- The Treasury Department and the IRS announced the collection of more than $1 billion in tax debt from high-income individuals over the past year.
- In September, the IRS announced plans to expand its scrutiny of those making more than $1 million annually with more than $250,000 in recognized tax debt.
- However, the funding enacted in 2022 that is allowing the IRS to pursue its plans still has its critics, particularly among congressional Republicans.
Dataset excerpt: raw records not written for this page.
// Heat of reaction against published calorimetry.

#include "carboy/enthalpy.h"
#include "carboy/plan.h"

#include "catch_shim.h"

using namespace carboy;

namespace {

/// Enthalpy of so many moles per kg of reagents in water, solved.
double state(std::initializer_list<std::pair<const char*, double>> reagents) {
    const Table& table = bundled_table();
    Mixture mixture;
    for (const auto& [name, molality] : reagents) {
        for (const Supply& supply : find_reagent(table, name)->supplies) {
            mixture.add(supply.component, Molality::mol_per_kg(supply.count * molality));
        }
    }
    EquilibriumSolver solver(table, mixture, Temperature{}, davies_model());
    solver.solve();
    return reaction_enthalpy_kJ_per_kg(table, solver);
}

}  // namespace

TEST_CASE("heat: strong acid and strong base give the heat of formation of water", "[heat]") {
    // 55.8 kJ/mol at 25 °C: Olofsson and Hepler, J. Solution Chem. 4, 127 (1975); from memory.
    const double before = state({{"HCl 1 mol/L", 0.1}}) + state({{"NaOH 1 mol/L", 0.1}});
    const double after = state({{"HCl 1 mol/L", 0.1}, {"NaOH 1 mol/L", 0.1}});
    CHECK((before - after) / 0.1 == Approx(55.8).margin(0.1));
}

TEST_CASE("heat: Tris with hydrochloric acid", "[heat]") {
    // 47.45 kJ/mol at 25 °C: Goldberg, Kishore and Lennen, J. Phys. Chem. Ref. Data 31, 231 (2002), for TrisH+ -> Tris
    // + H+; the free base leaves a trace of OH-, whose heat is in the margin.
    const double before = state({{"Tris", 0.1}}) + state({{"HCl 1 mol/L", 0.05}});
    const double after = state({{"Tris", 0.1}, {"HCl 1 mol/L", 0.05}});
    CHECK((before - after) / 0.05 == Approx(47.45).margin(0.2));
}

TEST_CASE("heat: an article's own enthalpy is that of what it brings", "[heat]") {
    const Table& table = bundled_table();
    const Temperature at25;
    CHECK(reaction_enthalpy_kJ_per_mol(table, *find_reagent(table, "NaOH 1 mol/L"), at25) == Approx(55.81));
    CHECK(reaction_enthalpy_kJ_per_mol(table, *find_reagent(table, "HCl 1 mol/L"), at25) == Approx(0).margin(1e-12));
    CHECK(reaction_enthalpy_kJ_per_mol(table, *find_reagent(table, "Tris"), at25) == Approx(47.45).margin(0.1));
    CHECK(reaction_enthalpy_kJ_per_mol(table, *find_reagent(table, "Tris hydrochloride"), at25) ==
          Approx(0).margin(1e-12));
    CHECK(temperature_rise_K(4.18, Mass::kilograms(1)) == Approx(1));
    CHECK(temperature_rise_K(-4.18, Mass::kilograms(2)) == Approx(-0.5));
}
This is the one that always gets me about “small government” people. They talk about inefficiencies and say, “the private sector can do it better,” which is debatable because comparing money and service is subjective (IMHO, they’re still wrong, but that’s besides the point). Yet most of them don’t want to properly fund tax administrators, when time and time again, they’ve shown they’re a money multiplier. If you want a more basic, striped down tax code, I once again disagree, but fine, that’s your opinion. However, in our current tax system enforcement is underfunded, and I think it just shows their true intent to enrich the wealthy.
I mean the small government types are not the ones who typically pay attention to what actually is shown to work or not work.
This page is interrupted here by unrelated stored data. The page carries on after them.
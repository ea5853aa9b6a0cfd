#ifndef READ_UNPACK_H
#define READ_UNPACK_H

#include <stdbool.h>
#include <stddef.h>
#include <stdio.h>

#include "base/arena.h"
#include "base/err.h"

/* Door to zlib. */

enum { BH_UNPACKED_MOST = 256 << 20 };

/* Read a whole stream, unpacked when it is gzip (by its first bytes, not by name), at most
 * BH_UNPACKED_MOST bytes.
 *   given    file  borrowed; stands in the place of problems
 *   false    noted: unreadable (BH_BAD_SYSTEM), too large, damaged */
bool bh_unpack(char **bytes, size_t *length, bh_arena *arena, const char *file, FILE *stream,
	       bh_problems *problems);

#endif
Their view is big govt needs big taxes for big spending and big IRS steals people’s hard earned money. No counterpoint or evidence will ever persuade them otherwise because it’s a core belief that is largely beyond questioning.
All enforcement is underfunded except the armed law enforcement against citizens. The enforcement of laws and corporations should be beefed up. And the start from big to small. Now enforcement just focusses on small companies as they don’t have big legal teams and can be bullied into submission.
The private sector generates profits, which can then be translated into passive incomes for lenders and dividend recipients. The public sector isn’t explicitly designed to provide steadily increasing passive incomes to American plutocrats. That’s the big difference.
Laws are for little people. The purpose of the IRS should be to make low-income tax credits and other poverty relief measures a political promise the smallest possible material benefit. It shouldn’t be to claw back profits from the plutocrat class. Government should exist to guarantee the collection of rents from the working class and defend the property of the landlord class by extracting additional rents from the working class.
I’m confused, you think the IRS should be protecting the wealthy from the working class?
You can make a more basic stripped down tax code that’s still fair. What I’d like to see is instead of a stepped progressive tax rate, tax each dollar based on a function that approaches 100% somewhere around a million dollars. So maybe you can get another dollar by taking the next million, then one more by taking ten million, then the next one by taking a hundred million.